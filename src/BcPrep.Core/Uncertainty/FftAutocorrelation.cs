namespace BcPrep.Uncertainty;

/// <summary>
/// The biased sample autocorrelation at every lag, ρ̂(k) = Σᵢ dᵢ dᵢ₊ₖ / Σᵢ dᵢ² with d = x − mean (the estimator
/// of MathNet's Correlation.Auto), by the Wiener–Khinchin route: the inverse transform of |D(f)|² with D the
/// transform of d zero-padded to N ≥ 2n, so the circular sums equal the linear ones. The real sequence of length N
/// travels as N/2 complex points (even samples real, odd imaginary), which halves the transform.
/// </summary>
internal static class FftAutocorrelation
{
    public static double[] Compute(ReadOnlySpan<double> samples, double mean)
    {
        var rho = new double[samples.Length];
        Compute(samples, mean, rho);
        return rho;
    }

    /// <summary>Writes ρ̂(k), k &lt; n, into the first n elements of <paramref name="rho"/>.</summary>
    public static void Compute(ReadOnlySpan<double> samples, double mean, Span<double> rho)
    {
        var n = samples.Length;
        if (n == 0)
        {
            return;
        }
        if (rho.Length < n)
        {
            throw new ArgumentException($"The output holds {rho.Length} lags, fewer than the window's {n}.", nameof(rho));
        }
        var (re, im) = UnnormalisedLags(samples, mean);
        Normalised(re, im, rho[..n]);
    }

    /// <summary>
    /// The lag sums before the division by the zero lag: lag k is in re[k/2] for even k and im[k/2] for odd k, in the
    /// thread's FFT scratch, valid until the thread's next transform. ρ̂(k) is that value divided by the zero lag
    /// (re[0]), the same bits as <see cref="Compute(ReadOnlySpan{double}, double, Span{double})"/> writes, without an
    /// array of the window's length for them.
    /// </summary>
    public static (double[] Re, double[] Im) UnnormalisedLags(ReadOnlySpan<double> samples, double mean) =>
        UnnormalisedLags(samples, mean, 2 * ComplexPoints(samples.Length));

    /// <summary>
    /// As <see cref="UnnormalisedLags(ReadOnlySpan{double}, double)"/> with a transform of <paramref name="size"/> real
    /// points (a power of two ≥ n): the circular sums at lag k are r(k) + r(size − k), so only the lags
    /// k ≤ size − n are the linear ones (r(size − k) = 0 there). Stored as there, at <paramref name="size"/> / 2 complex points.
    /// </summary>
    public static (double[] Re, double[] Im) UnnormalisedLags(ReadOnlySpan<double> samples, double mean, int size)
    {
        if (size < 2 || (size & (size - 1)) != 0 || size < samples.Length)
        {
            throw new ArgumentException($"Transform size {size} must be a power of two ≥ 2 and ≥ the window's {samples.Length} samples.", nameof(size));
        }
        var half = size / 2;
        var re = ThreadScratch.Rent(ScratchSlots.FftReal, half);
        var im = ThreadScratch.Rent(ScratchSlots.FftImaginary, half);
        // The long twiddle table is grown to this size before the transforms of half of it, which read it with a
        // stride, so it is built once at its final size.
        var twiddles = RadixTwoFft.TwiddlesFor(size);
        PackBitReversed(samples, mean, re, im, half);
        RadixTwoFft.TransformBitReversed(re, im, half, inverse: false);
        PowerSpectrumPacked(re, im, size, twiddles);
        RadixTwoFft.Transform(re, im, half, inverse: true);
        return (re, im);
    }

    /// <summary>
    /// Complex points of the transform of <paramref name="n"/> samples, the length of each of its two arrays: half the
    /// smallest power of two ≥ 2n (at least 1).
    /// </summary>
    public static int ComplexPoints(int n)
    {
        var size = 2;
        while (size < 2 * n)
        {
            size <<= 1;
        }
        return size / 2;
    }

    /// <summary>
    /// <see cref="Pack"/> and the forward transform's bit reversal in one pass: packed point m (samples 2m, 2m + 1 less
    /// the mean, zero past the window) goes straight to the index of m with its bits reversed, and every index is
    /// written once, so the arrays need no clearing first. Index bits split as [a: 3 | mid | c: 3] as in
    /// <see cref="RadixTwoFft.BitReverse"/>: for each mid, 8 runs of 8 packed points (read in order, 8 streams) fill one
    /// tile of 8 cache lines at the reversed mid. The same values at the same indices as packing then reversing.
    /// </summary>
    internal static void PackBitReversed(ReadOnlySpan<double> samples, double mean, double[] re, double[] im, int half)
    {
        var bits = System.Numerics.BitOperations.Log2((uint)Math.Max(half, 1));
        const int tileBits = RadixTwoFft.TileBits;
        if (bits < 2 * tileBits)
        {
            Pack(samples, mean, re, im, half);
            RadixTwoFft.BitReverse(re, im, half);
            return;
        }
        const int side = 1 << tileBits;
        var middleBits = bits - (2 * tileBits);
        var high = bits - tileBits;
        Span<int> reversed = stackalloc int[side];
        for (var a = 0; a < side; a++)
        {
            reversed[a] = RadixTwoFft.Reverse(a, tileBits);
        }
        var n = samples.Length;
        for (var mid = 0; mid < 1 << middleBits; mid++)
        {
            var column = RadixTwoFft.Reverse(mid, middleBits) << tileBits;
            for (var a = 0; a < side; a++)
            {
                var first = (a << high) | (mid << tileBits);
                var target = column | reversed[a];
                for (var c = 0; c < side; c++)
                {
                    var i = 2 * (first | c);
                    var j = (reversed[c] << high) | target;
                    re[j] = i < n ? samples[i] - mean : 0.0;
                    im[j] = i + 1 < n ? samples[i + 1] - mean : 0.0;
                }
            }
        }
    }

    /// <summary>Packed point m = (samples 2m, 2m + 1 less the mean) at index m, zeros past the window, in natural order.</summary>
    internal static void Pack(ReadOnlySpan<double> samples, double mean, double[] re, double[] im, int half)
    {
        Array.Clear(re, 0, half);
        Array.Clear(im, 0, half);
        for (var i = 0; i < samples.Length; i++)
        {
            if ((i & 1) == 0)
            {
                re[i >> 1] = samples[i] - mean;
            }
            else
            {
                im[i >> 1] = samples[i] - mean;
            }
        }
    }

    /// <summary>
    /// In place, from the half-length transform Z of the packed sequence to the packed power spectrum for the
    /// half-length inverse transform. |X[k]|² for k = 0…N/2, with X[k] = E[k] + e^(−2πik/N)·O[k],
    /// E = (Z[k] + Z*[N/2−k])/2 and O = (Z[k] − Z*[N/2−k])/(2i), the transforms of the even and odd samples. The real,
    /// even spectrum P is then packed so that the inverse transform holds the even lags in its real part and the odd
    /// lags in its imaginary part: Y[k] = E[k] + i·e^(+2πik/N)·O[k] with E = (P[k] + P[N/2−k])/2 and
    /// O = (P[k] − P[N/2−k])/2. Both steps read only the pair k, N/2 − k, so the pair is done together, in place.
    /// </summary>
    private static void PowerSpectrumPacked(double[] re, double[] im, int size, StageTwiddles twiddles)
    {
        var half = size / 2;
        // k = 0 and k = N/2 both come from Z[0] alone (the twiddle of N/2 is −1).
        var (cos0, sin0) = twiddles.At(0);
        var p0 = Power(re[0], im[0], re[0], -im[0], cos0, -sin0);
        var pHalf = Power(re[0], im[0], re[0], -im[0], -1.0, 0.0);
        (re[0], im[0]) = Packed(p0, pHalf, cos0, sin0);
        for (var k = 1; k <= half / 2; k++)
        {
            var j = half - k;
            var zkRe = re[k];
            var zkIm = im[k];
            var zjRe = re[j];
            var zjIm = im[j];
            var (cosK, sinK) = twiddles.At(k);
            var (cosJ, sinJ) = twiddles.At(j);
            var pk = Power(zkRe, zkIm, zjRe, -zjIm, cosK, -sinK);
            var pj = Power(zjRe, zjIm, zkRe, -zkIm, cosJ, -sinJ);
            (re[k], im[k]) = Packed(pk, pj, cosK, sinK);
            if (j != k)
            {
                (re[j], im[j]) = Packed(pj, pk, cosJ, sinJ);
            }
        }
    }

    /// <summary>|X[k]|² from Z[k] = (zr, zi), Z*[N/2−k] = (cr, ci) and the twiddle e^(−2πik/N) = (wr, wi).</summary>
    private static double Power(double zr, double zi, double cr, double ci, double wr, double wi)
    {
        var evenRe = 0.5 * (zr + cr);
        var evenIm = 0.5 * (zi + ci);
        var oddRe = 0.5 * (zi - ci);
        var oddIm = -0.5 * (zr - cr);
        var xr = evenRe + ((wr * oddRe) - (wi * oddIm));
        var xi = evenIm + ((wr * oddIm) + (wi * oddRe));
        return (xr * xr) + (xi * xi);
    }

    /// <summary>Y[k] from P[k], P[N/2−k] and cos, sin(2πk/N).</summary>
    private static (double Re, double Im) Packed(double pk, double pMirror, double cos, double sin)
    {
        var even = 0.5 * (pk + pMirror);
        var odd = 0.5 * (pk - pMirror);
        return (even - (odd * sin), odd * cos);
    }

    private static void Normalised(double[] re, double[] im, Span<double> rho)
    {
        for (var i = 0; i < rho.Length; i++)
        {
            rho[i] = (i & 1) == 0 ? re[i >> 1] : im[i >> 1];
        }
        var zeroLag = rho[0];
        for (var i = 0; i < rho.Length; i++)
        {
            rho[i] /= zeroLag;
        }
    }
}
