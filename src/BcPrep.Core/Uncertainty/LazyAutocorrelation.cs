using System.Numerics;
using System.Runtime.CompilerServices;

namespace BcPrep.Uncertainty;

/// <summary>
/// The biased sample autocorrelation ρ̂(k) = Σᵢ dᵢ dᵢ₊ₖ / Σᵢ dᵢ² (d = x − mean; the estimator of MathNet's
/// Correlation.Auto), computed only as far as it is read. The Sokal and Bartlett cut-offs stop after a few times
/// the correlation time, usually tens of lags, so direct sums over those lags cost far less than an FFT of the
/// whole window; when many lags are needed (a slow or drifting channel) it switches to one FFT of the whole window.
/// </summary>
internal sealed class LazyAutocorrelation
{
    /// <summary>
    /// Beyond this many lags the whole window goes through one FFT. Lags are extended by doubling, so a channel that
    /// needs more than 256 lags (most slow ones) paid for 256 direct sums before its FFT; with the vectorised FFT at
    /// about three times the cost of 64 direct lags (n = 150 000), stopping the sums at 64 costs a channel with a
    /// cut-off between 64 and 128 a little and saves each slow channel more (measured on the benchmark day: five
    /// slow channels and one between 64 and 128 per window).
    /// </summary>
    internal const int DirectLagLimit = 64;

    private readonly double[] _samples;
    private readonly double[] _deviations;
    private readonly double _sumOfSquares;
    private readonly double _mean;
    private double[] _rho;
    private int _known;

    public LazyAutocorrelation(double[] samples, double mean)
    {
        _samples = samples;
        _mean = mean;
        // Scratch: the estimator is used and dropped within one window mean on one thread.
        _deviations = ThreadScratch.Rent(ScratchSlots.Deviations, samples.Length);
        var ss = 0.0;
        for (var i = 0; i < samples.Length; i++)
        {
            var d = samples[i] - mean;
            _deviations[i] = d;
            ss += d * d;
        }
        _sumOfSquares = ss;
        _rho = new double[Math.Min(samples.Length, 64)];
        _rho[0] = 1.0;
        _known = 1;
    }

    public int Length => _samples.Length;

    public double this[int lag]
    {
        get
        {
            if (lag >= _known)
            {
                Extend(lag);
            }
            return _rho[lag];
        }
    }

    private void Extend(int lag)
    {
        var target = Math.Min(Length, Math.Max(lag + 1, 2 * _known));
        if (target > DirectLagLimit)
        {
            _rho = FftAutocorrelation.Compute(_samples, _mean);
            _known = Length;
            return;
        }
        if (_rho.Length < target)
        {
            Array.Resize(ref _rho, target);
        }
        for (var k = _known; k < target; k++)
        {
            _rho[k] = LaggedProduct(_deviations.AsSpan(0, Length), k) / _sumOfSquares;
        }
        _known = target;
    }

    [MethodImpl(MethodImplOptions.AggressiveOptimization)]
    private static double LaggedProduct(ReadOnlySpan<double> d, int lag)
    {
        var a = d[..^lag];
        var b = d[lag..];
        var width = Vector<double>.Count;
        var acc = Vector<double>.Zero;
        var i = 0;
        for (; i <= a.Length - width; i += width)
        {
            acc += new Vector<double>(a.Slice(i, width)) * new Vector<double>(b.Slice(i, width));
        }
        var sum = Vector.Sum(acc);
        for (; i < a.Length; i++)
        {
            sum += a[i] * b[i];
        }
        return sum;
    }
}
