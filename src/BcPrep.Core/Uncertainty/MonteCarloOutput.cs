using BcPrep.Values;

namespace BcPrep.Uncertainty;

/// <summary>
/// Monte Carlo result for one output (JCGM 101 7.6–7.7), unit of the output.
/// </summary>
/// <param name="Name">Output name.</param>
/// <param name="Estimate">Mean of the M model values.</param>
/// <param name="StandardUncertainty">Their standard deviation (M − 1 denominator).</param>
/// <param name="Low">Lower end of the probabilistically symmetric interval (quantile (1 − p)/2).</param>
/// <param name="High">Upper end of the probabilistically symmetric interval.</param>
/// <param name="ShortestLow">Lower end of the shortest interval of probability p.</param>
/// <param name="ShortestHigh">Upper end of the shortest interval.</param>
/// <param name="CoverageProbability">p.</param>
public sealed record MonteCarloOutput(
    string Name,
    double Estimate,
    double StandardUncertainty,
    double Low,
    double High,
    double ShortestLow,
    double ShortestHigh,
    double CoverageProbability)
{
    /// <summary>(mean, standard deviation, +∞): a Monte Carlo u carries no Student-t degrees of freedom.</summary>
    public MeasuredValue ToMeasuredValue() => new(Estimate, StandardUncertainty, double.PositiveInfinity);
}
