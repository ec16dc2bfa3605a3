namespace BcPrep.Uncertainty;

/// <summary>
/// One random draw of a vector of mutually independent inputs, each from its <see cref="DistributionKind"/>
/// scaled to its standard uncertainty (x + u·z, JCGM 101 6.4), on a stream of its own seed. Giving every draw its
/// own seed makes any single draw reproducible on its own, and keeps the first draws of an ensemble unchanged
/// when more are asked for. Use <see cref="MonteCarloPropagation"/> when inputs are correlated.
/// </summary>
public static class IndependentDraws
{
    /// <summary>One vector of input values (input order, input units); an input with u = 0 stays at its estimate.</summary>
    public static double[] Draw(IReadOnlyList<UncertaintyInput> inputs, int seed)
    {
        ArgumentNullException.ThrowIfNull(inputs);
        var random = new Random(seed);
        var gaussian = new GaussianSource(random);
        var x = new double[inputs.Count];
        for (var i = 0; i < inputs.Count; i++)
        {
            var input = inputs[i];
            var z = input.Distribution == DistributionKind.Normal ? gaussian.Next() : StandardizedDistributions.Draw(input.Distribution, random);
            x[i] = input.Estimate + (input.StandardUncertainty * z);
        }

        return x;
    }

    /// <summary>
    /// The seed of draw <paramref name="index"/> of a set seeded with <paramref name="seed"/>: a SplitMix64 mix of
    /// both, folded to a non-negative int, so that neighbouring draws get unrelated streams.
    /// </summary>
    public static int SeedOf(int seed, int index)
    {
        var z = unchecked(((ulong)(uint)seed << 32) + (uint)index + 0x9E3779B97F4A7C15UL);
        z = unchecked((z ^ (z >> 30)) * 0xBF58476D1CE4E5B9UL);
        z = unchecked((z ^ (z >> 27)) * 0x94D049BB133111EBUL);
        z ^= z >> 31;
        return (int)(z & 0x7FFFFFFF);
    }
}
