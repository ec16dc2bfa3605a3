namespace BcPrep.Uncertainty;

/// <summary>
/// Type B standard uncertainties from the kinds of information a data sheet or certificate gives
/// (GUM 4.3). All inputs and outputs share the unit of the quantity. Negative, NaN or infinite inputs throw
/// <see cref="BcPrepDataException"/>.
/// </summary>
public static class TypeB
{
    private static readonly double Sqrt3 = Math.Sqrt(3.0);
    private static readonly double Sqrt6 = Math.Sqrt(6.0);
    private static readonly double Sqrt2 = Math.Sqrt(2.0);
    private static readonly double Sqrt12 = Math.Sqrt(12.0);

    /// <summary>Certificate expanded uncertainty U with its coverage factor k: u = U/k (GUM 4.3.3). k &gt; 0.</summary>
    public static double FromCertificate(double expandedUncertainty, double coverageFactor)
    {
        RequireNonNegative(expandedUncertainty, nameof(expandedUncertainty));
        if (!double.IsFinite(coverageFactor) || coverageFactor <= 0.0)
        {
            throw new BcPrepDataException($"Coverage factor k = {coverageFactor} must be finite and > 0.");
        }

        return expandedUncertainty / coverageFactor;
    }

    /// <summary>Rectangular distribution of half-width a: u = a/√3 (GUM 4.3.7).</summary>
    public static double FromRectangularHalfWidth(double halfWidth) => RequireNonNegative(halfWidth, nameof(halfWidth)) / Sqrt3;

    /// <summary>Symmetric triangular distribution of half-width a: u = a/√6 (GUM 4.3.9).</summary>
    public static double FromTriangularHalfWidth(double halfWidth) => RequireNonNegative(halfWidth, nameof(halfWidth)) / Sqrt6;

    /// <summary>U-shaped (arcsine) distribution of half-width a: u = a/√2 (GUM H.1.3.4).</summary>
    public static double FromArcSineHalfWidth(double halfWidth) => RequireNonNegative(halfWidth, nameof(halfWidth)) / Sqrt2;

    /// <summary>
    /// Symmetric trapezoid with outer half-width a and inner half-width β·a, 0 ≤ β ≤ 1:
    /// u = a·√((1 + β²)/6) (GUM 4.3.9). β = 0 is triangular, β = 1 rectangular.
    /// </summary>
    public static double FromTrapezoidalHalfWidth(double halfWidth, double beta)
    {
        RequireNonNegative(halfWidth, nameof(halfWidth));
        if (!(beta >= 0.0 && beta <= 1.0))
        {
            throw new BcPrepDataException($"Trapezoid shape β = {beta} must lie in [0, 1].");
        }

        return halfWidth * Math.Sqrt((1.0 + beta * beta) / 6.0);
    }

    /// <summary>Quantisation by a display/ADC resolution δ (one digit step): u = δ/√12 (GUM F.2.2.1).</summary>
    public static double FromResolution(double resolution) => RequireNonNegative(resolution, nameof(resolution)) / Sqrt12;

    /// <summary>
    /// Degrees of freedom of a Type B uncertainty from the judged relative reliability Δu/u of u:
    /// ν = ½·(Δu/u)⁻² (GUM G.4.2 eq. G.3). 0.25 → 8, 0.10 → 50, 0.50 → 2. A reliability of 0 gives +∞.
    /// </summary>
    public static double DegreesOfFreedomFromRelativeReliability(double relativeUncertaintyOfU)
    {
        RequireNonNegative(relativeUncertaintyOfU, nameof(relativeUncertaintyOfU));
        return relativeUncertaintyOfU == 0.0
            ? double.PositiveInfinity
            : 0.5 / (relativeUncertaintyOfU * relativeUncertaintyOfU);
    }

    private static double RequireNonNegative(double value, string what)
    {
        if (!double.IsFinite(value) || value < 0.0)
        {
            throw new BcPrepDataException($"Type B {what} = {value} must be finite and ≥ 0.");
        }

        return value;
    }
}
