using BcPrep.Values;

namespace BcPrep.Uncertainty;

/// <summary>
/// Result of the GUM law of propagation for one output quantity (unit of the output throughout).
/// </summary>
/// <param name="Name">Output name.</param>
/// <param name="Estimate">y = f(x̂).</param>
/// <param name="StandardUncertainty">Combined standard uncertainty u_c(y) = √(J U_x Jᵀ)ᵢᵢ.</param>
/// <param name="Budget">One line per input, in input order.</param>
/// <param name="CorrelationVariance">u_c² − Σ cᵢ²u²(xᵢ): the part of the variance from input correlations (may be negative).</param>
/// <param name="CorrelationVarianceShare">CorrelationVariance / u_c² (0 when u_c = 0).</param>
/// <param name="EffectiveDegreesOfFreedom">Unrounded ν_eff (see <paramref name="DegreesOfFreedomRule"/>).</param>
/// <param name="DegreesOfFreedom">ν_eff truncated down to an integer, at least 1 (GUM G.6.4), or +∞: the ν used for k.</param>
/// <param name="DegreesOfFreedomRule">How ν_eff was obtained.</param>
/// <param name="CoverageProbability">p of the expanded uncertainty.</param>
/// <param name="CoverageFactor">k = t_p(ν).</param>
/// <param name="ExpandedUncertainty">U = k·u_c.</param>
public sealed record GumOutput(
    string Name,
    double Estimate,
    double StandardUncertainty,
    IReadOnlyList<BudgetLine> Budget,
    double CorrelationVariance,
    double CorrelationVarianceShare,
    double EffectiveDegreesOfFreedom,
    double DegreesOfFreedom,
    DegreesOfFreedomRule DegreesOfFreedomRule,
    double CoverageProbability,
    double CoverageFactor,
    double ExpandedUncertainty)
{
    /// <summary>(y, u_c, truncated ν_eff).</summary>
    public MeasuredValue ToMeasuredValue() => new(Estimate, StandardUncertainty, DegreesOfFreedom);
}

# TASK REQUIREMENTS
Please copy each line of the entries in which the word "JCGM" shows up.

# EXPECTED ANSWER
/// Monte Carlo result for one output (JCGM 101 7.6–7.7), unit of the output.
/// scaled to its standard uncertainty (x + u·z, JCGM 101 6.4), on a stream of its own seed. Giving every draw its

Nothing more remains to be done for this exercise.